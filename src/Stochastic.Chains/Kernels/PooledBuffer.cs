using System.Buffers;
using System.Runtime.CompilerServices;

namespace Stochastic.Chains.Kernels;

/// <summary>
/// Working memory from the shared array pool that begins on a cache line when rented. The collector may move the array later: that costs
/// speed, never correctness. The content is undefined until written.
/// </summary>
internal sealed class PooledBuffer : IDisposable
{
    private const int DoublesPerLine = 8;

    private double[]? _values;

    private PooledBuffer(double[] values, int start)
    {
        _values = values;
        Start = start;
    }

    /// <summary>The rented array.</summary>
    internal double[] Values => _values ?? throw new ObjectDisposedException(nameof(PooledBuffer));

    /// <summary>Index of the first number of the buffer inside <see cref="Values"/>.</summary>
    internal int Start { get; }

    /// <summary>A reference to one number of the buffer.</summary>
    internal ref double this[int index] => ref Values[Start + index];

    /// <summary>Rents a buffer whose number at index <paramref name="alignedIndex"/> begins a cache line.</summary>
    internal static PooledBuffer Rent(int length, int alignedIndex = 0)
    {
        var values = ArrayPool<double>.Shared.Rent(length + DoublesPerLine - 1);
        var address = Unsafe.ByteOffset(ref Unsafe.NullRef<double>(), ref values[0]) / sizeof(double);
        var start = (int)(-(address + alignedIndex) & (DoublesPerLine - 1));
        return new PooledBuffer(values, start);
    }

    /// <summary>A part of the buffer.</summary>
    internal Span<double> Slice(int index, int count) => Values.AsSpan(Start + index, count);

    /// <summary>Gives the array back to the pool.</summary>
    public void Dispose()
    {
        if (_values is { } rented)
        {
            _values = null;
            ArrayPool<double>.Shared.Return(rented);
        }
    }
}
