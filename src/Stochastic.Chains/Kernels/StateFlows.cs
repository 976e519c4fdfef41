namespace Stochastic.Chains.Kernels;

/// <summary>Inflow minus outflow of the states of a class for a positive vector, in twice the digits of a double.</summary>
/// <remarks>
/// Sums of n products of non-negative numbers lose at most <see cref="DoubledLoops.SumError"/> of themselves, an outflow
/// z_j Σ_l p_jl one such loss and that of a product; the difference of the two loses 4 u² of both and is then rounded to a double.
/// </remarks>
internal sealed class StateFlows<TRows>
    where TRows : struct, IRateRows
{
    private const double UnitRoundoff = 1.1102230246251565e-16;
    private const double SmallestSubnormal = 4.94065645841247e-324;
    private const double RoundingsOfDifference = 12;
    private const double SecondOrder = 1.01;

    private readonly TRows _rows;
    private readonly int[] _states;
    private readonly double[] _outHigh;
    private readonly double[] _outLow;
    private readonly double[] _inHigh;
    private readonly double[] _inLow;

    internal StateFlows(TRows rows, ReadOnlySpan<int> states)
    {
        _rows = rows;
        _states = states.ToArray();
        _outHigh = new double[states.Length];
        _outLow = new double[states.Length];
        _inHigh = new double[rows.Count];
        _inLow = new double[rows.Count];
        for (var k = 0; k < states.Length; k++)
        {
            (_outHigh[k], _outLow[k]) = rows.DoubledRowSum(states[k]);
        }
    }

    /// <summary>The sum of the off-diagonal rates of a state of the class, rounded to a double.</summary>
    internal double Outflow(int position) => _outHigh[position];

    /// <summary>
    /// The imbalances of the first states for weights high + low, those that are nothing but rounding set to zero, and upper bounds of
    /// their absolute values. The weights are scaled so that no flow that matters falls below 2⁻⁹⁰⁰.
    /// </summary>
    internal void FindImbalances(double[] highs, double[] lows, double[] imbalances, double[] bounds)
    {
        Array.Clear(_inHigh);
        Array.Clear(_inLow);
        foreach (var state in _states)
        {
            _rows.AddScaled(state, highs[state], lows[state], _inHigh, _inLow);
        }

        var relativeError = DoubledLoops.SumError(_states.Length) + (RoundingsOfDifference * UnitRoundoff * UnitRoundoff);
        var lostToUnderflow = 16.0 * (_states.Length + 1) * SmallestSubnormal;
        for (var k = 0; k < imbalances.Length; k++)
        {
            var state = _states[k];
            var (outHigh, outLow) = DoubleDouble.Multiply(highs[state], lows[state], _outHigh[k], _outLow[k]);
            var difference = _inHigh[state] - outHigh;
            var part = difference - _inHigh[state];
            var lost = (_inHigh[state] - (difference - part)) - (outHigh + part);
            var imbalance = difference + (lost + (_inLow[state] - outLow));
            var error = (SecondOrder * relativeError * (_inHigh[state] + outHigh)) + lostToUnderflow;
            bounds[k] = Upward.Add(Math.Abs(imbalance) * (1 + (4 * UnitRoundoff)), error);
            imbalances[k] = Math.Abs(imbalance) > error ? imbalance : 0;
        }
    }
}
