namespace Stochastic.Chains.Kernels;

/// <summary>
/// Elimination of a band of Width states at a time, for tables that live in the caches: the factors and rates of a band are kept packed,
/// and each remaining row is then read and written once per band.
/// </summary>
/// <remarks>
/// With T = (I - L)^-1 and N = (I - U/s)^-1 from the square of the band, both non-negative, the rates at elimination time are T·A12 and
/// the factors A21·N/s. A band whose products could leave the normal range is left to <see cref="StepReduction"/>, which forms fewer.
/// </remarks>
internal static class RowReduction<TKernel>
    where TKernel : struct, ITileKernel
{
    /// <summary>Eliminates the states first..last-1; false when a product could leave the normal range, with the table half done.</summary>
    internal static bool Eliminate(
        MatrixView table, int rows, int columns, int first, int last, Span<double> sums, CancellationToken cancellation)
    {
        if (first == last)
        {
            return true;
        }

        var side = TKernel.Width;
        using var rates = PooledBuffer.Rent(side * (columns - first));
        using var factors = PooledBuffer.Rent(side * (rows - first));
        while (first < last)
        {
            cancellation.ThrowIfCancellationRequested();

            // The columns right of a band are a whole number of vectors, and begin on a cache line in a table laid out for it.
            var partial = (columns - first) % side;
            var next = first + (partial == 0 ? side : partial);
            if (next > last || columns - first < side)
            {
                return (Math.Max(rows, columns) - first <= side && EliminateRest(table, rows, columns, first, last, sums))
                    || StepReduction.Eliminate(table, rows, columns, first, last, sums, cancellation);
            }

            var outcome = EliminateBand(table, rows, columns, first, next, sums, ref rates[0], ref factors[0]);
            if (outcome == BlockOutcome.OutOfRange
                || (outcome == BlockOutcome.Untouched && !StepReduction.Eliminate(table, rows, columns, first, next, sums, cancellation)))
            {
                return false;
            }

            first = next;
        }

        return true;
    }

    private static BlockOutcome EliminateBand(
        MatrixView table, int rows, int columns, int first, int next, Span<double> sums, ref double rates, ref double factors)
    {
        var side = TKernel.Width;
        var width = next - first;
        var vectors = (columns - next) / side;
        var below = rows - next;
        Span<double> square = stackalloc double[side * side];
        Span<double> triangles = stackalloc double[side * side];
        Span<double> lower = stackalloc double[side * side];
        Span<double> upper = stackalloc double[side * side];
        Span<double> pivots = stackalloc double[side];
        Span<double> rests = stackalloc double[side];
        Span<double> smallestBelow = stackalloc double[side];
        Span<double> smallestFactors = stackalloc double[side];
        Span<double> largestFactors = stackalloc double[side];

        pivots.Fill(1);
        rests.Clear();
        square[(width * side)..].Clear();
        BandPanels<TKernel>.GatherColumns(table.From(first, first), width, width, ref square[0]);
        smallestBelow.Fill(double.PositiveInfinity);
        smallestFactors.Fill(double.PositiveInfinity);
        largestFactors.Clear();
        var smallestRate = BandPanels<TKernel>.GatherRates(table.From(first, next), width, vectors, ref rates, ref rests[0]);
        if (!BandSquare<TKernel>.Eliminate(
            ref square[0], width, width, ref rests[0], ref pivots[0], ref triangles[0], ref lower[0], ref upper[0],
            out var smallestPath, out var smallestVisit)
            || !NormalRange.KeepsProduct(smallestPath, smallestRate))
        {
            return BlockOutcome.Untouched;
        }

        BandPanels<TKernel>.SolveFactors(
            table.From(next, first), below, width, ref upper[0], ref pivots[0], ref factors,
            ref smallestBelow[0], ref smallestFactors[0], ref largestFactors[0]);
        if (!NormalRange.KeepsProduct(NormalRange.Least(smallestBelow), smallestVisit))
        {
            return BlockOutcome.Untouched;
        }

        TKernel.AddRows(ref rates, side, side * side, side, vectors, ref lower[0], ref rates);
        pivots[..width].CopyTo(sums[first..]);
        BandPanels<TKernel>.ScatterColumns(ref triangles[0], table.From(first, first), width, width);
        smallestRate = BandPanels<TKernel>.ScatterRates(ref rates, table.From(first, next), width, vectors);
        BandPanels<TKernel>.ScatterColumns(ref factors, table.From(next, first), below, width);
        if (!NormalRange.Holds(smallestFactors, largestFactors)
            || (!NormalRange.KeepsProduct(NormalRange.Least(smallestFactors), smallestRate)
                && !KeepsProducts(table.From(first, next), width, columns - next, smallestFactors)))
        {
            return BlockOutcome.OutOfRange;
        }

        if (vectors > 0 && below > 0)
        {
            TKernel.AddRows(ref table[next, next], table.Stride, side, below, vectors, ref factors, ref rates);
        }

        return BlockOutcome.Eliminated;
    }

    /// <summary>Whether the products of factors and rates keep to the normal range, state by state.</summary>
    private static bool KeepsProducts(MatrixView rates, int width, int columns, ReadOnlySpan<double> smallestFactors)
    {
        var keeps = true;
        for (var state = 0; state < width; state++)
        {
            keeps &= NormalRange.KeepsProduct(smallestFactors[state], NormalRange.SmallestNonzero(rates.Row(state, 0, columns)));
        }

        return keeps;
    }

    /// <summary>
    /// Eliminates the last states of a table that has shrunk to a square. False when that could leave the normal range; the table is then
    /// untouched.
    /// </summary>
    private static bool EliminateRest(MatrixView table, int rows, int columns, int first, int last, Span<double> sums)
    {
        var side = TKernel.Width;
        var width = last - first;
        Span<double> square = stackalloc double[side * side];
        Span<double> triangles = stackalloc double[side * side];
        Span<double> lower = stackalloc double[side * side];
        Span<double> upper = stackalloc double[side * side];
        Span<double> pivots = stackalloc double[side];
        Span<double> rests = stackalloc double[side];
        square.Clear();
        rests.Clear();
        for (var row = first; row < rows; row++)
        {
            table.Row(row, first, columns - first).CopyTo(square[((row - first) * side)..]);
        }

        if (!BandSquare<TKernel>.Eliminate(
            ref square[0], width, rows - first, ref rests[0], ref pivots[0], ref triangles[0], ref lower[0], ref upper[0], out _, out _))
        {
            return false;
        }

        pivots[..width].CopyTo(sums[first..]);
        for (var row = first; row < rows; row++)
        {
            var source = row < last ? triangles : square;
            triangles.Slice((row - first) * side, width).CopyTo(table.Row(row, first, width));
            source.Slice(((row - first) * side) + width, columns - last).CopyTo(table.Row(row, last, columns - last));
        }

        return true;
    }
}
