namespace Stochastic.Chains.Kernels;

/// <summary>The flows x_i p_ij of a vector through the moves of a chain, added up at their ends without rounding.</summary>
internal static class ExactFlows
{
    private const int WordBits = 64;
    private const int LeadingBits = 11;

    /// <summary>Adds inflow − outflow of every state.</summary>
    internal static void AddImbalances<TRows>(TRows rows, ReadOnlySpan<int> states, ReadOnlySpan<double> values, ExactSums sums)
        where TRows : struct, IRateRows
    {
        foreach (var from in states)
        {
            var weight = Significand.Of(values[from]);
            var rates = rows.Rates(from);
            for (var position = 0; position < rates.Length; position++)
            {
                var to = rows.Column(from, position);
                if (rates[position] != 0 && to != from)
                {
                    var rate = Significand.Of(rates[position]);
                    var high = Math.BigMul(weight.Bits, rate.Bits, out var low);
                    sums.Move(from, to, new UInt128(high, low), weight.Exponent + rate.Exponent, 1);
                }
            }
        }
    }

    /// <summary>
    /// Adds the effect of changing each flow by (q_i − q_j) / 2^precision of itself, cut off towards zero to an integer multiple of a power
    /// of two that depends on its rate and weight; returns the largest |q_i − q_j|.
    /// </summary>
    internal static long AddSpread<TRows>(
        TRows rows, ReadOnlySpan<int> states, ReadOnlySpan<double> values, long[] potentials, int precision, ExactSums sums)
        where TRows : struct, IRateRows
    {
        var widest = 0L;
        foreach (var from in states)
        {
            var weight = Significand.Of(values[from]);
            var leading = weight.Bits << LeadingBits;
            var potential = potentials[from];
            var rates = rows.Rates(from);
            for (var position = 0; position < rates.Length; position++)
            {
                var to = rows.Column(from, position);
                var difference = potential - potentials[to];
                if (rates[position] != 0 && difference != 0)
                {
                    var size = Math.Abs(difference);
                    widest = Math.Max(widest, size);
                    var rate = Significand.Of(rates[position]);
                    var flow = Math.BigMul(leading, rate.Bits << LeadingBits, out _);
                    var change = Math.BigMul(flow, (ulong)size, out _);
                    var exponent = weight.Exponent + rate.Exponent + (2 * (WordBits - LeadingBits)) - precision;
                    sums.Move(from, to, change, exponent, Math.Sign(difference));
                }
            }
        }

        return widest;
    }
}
==
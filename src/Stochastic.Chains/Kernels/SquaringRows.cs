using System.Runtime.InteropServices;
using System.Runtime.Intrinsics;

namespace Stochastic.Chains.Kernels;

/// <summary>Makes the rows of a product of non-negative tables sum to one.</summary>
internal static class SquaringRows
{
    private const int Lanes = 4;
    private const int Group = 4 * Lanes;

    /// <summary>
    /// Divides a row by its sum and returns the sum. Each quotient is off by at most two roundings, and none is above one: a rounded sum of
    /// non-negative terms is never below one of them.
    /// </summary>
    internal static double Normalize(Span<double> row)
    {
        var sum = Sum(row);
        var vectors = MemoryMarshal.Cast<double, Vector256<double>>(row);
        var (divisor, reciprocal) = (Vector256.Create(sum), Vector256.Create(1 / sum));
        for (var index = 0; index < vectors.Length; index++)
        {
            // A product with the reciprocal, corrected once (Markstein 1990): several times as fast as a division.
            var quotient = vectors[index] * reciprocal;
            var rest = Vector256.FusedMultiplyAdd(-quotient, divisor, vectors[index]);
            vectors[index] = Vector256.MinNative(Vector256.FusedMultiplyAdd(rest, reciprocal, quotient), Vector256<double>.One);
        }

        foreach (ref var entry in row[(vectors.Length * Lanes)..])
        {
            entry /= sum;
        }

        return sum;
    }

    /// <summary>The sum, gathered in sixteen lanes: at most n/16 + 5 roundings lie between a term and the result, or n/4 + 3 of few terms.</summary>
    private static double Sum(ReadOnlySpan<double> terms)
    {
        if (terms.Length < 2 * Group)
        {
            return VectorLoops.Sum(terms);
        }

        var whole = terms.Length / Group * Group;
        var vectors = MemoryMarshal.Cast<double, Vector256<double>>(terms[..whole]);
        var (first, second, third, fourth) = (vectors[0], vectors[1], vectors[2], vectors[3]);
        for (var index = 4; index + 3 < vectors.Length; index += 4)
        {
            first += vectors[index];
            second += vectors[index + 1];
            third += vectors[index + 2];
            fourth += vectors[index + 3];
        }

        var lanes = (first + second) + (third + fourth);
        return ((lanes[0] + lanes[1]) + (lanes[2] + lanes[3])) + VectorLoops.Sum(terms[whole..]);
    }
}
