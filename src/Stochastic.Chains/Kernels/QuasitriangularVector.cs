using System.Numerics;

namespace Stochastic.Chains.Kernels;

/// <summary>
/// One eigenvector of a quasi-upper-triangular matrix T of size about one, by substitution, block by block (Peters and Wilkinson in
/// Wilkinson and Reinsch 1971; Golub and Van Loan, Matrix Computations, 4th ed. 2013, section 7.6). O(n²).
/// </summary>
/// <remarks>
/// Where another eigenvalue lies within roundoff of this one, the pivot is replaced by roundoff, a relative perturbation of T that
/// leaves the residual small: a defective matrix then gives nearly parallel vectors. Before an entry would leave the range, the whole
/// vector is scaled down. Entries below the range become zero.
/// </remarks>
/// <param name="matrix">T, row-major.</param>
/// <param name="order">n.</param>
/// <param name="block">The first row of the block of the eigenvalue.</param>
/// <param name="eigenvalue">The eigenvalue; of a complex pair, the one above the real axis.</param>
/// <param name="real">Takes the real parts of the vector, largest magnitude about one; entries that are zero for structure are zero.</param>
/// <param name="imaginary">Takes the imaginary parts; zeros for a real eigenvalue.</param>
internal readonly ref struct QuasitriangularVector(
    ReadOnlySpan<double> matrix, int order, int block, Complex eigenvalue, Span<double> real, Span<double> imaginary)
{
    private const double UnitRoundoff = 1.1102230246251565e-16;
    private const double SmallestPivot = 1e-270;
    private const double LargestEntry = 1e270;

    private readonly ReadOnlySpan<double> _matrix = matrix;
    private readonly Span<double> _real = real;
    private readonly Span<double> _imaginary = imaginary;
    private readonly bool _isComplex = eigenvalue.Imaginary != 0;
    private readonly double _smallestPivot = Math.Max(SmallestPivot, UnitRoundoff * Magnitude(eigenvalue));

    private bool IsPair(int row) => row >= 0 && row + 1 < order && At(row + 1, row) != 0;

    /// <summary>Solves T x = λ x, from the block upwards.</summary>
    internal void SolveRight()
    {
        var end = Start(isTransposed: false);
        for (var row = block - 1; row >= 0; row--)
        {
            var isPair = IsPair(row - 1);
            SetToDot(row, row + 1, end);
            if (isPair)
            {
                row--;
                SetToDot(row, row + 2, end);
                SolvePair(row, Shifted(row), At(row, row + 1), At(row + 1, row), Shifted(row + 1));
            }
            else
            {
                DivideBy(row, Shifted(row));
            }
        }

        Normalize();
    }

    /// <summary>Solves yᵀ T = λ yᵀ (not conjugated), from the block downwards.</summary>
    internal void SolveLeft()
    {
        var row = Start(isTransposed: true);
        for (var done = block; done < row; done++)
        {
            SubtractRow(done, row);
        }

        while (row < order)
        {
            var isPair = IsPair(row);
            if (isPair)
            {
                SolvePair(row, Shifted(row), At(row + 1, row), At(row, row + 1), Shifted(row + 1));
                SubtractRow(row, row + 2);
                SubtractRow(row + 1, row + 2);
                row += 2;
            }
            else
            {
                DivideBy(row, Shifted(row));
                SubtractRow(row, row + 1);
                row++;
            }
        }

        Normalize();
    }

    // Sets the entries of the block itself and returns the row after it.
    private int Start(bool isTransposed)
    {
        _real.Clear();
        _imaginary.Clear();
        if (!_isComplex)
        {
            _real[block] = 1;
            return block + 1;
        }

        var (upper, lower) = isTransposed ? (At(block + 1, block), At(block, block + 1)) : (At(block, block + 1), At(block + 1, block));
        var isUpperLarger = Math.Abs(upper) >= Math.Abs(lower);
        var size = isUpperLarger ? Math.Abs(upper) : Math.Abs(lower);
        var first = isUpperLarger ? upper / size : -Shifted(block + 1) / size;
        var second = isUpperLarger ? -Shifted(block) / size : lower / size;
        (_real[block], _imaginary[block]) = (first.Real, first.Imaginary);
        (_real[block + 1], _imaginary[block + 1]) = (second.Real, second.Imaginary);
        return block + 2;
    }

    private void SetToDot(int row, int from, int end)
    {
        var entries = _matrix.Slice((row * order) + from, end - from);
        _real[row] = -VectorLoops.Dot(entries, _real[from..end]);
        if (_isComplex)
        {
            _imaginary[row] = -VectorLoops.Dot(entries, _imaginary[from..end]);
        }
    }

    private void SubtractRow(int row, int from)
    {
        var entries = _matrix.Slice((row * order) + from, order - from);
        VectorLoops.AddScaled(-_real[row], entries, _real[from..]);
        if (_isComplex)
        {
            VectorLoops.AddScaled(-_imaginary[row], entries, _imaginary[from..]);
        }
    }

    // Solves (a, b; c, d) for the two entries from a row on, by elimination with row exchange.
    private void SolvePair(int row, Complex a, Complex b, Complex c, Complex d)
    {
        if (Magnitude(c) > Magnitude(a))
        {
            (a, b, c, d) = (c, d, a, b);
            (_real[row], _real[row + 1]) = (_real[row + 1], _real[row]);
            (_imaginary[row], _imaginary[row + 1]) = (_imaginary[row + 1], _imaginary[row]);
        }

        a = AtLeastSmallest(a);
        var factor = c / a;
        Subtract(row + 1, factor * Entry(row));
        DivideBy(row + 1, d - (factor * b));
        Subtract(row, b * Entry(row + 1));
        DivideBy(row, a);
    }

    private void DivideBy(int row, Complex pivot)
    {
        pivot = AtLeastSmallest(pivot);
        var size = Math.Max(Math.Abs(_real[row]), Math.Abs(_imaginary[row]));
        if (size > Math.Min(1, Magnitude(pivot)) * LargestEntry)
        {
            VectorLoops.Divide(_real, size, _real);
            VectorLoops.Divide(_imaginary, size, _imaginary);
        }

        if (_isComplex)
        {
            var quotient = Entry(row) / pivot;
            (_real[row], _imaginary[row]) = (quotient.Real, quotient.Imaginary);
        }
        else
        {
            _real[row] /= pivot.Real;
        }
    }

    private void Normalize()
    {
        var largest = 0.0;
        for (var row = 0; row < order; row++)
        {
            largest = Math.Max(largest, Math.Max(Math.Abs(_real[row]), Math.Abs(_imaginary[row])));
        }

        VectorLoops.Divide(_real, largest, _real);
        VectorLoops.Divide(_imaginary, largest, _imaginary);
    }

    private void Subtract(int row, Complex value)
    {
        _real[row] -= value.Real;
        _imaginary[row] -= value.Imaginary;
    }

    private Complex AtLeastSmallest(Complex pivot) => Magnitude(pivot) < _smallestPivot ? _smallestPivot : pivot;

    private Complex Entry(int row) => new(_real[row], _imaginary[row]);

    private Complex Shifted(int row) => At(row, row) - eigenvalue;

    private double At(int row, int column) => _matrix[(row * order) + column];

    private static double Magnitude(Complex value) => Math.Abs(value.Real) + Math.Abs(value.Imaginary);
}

What you need to do> Within the listing above, extract exactly the lines from the line with "filename src/Stochastic.Chains/Kernels/PooledBuffer.cs" to the line with "internal ref double", the two named lines included, and no others.

Answer for this exercise>
filename src/Stochastic.Chains/Kernels/PooledBuffer.cs
using System.Buffers;
using System.Runtime.CompilerServices;

namespace Stochastic.Chains.Kernels;

/// <summary>
/// Working memory from the shared array pool that begins on a cache line when rented. The collector may move the array later: that costs
/// speed, never correctness. The content is undefined until written.
/// </summary>
internal sealed class PooledBuffer : IDisposable
{
    private const int DoublesPerLine = 8;

    private double[]? _values;

    private PooledBuffer(double[] values, int start)
    {
        _values = values;
        Start = start;
    }

    /// <summary>The rented array.</summary>
    internal double[] Values => _values ?? throw new ObjectDisposedException(nameof(PooledBuffer));

    /// <summary>Index of the first number of the buffer inside <see cref="Values"/>.</summary>
    internal int Start { get; }

    /// <summary>A reference to one number of the buffer.</summary>
    internal ref double this[int index] => ref Values[Start + index];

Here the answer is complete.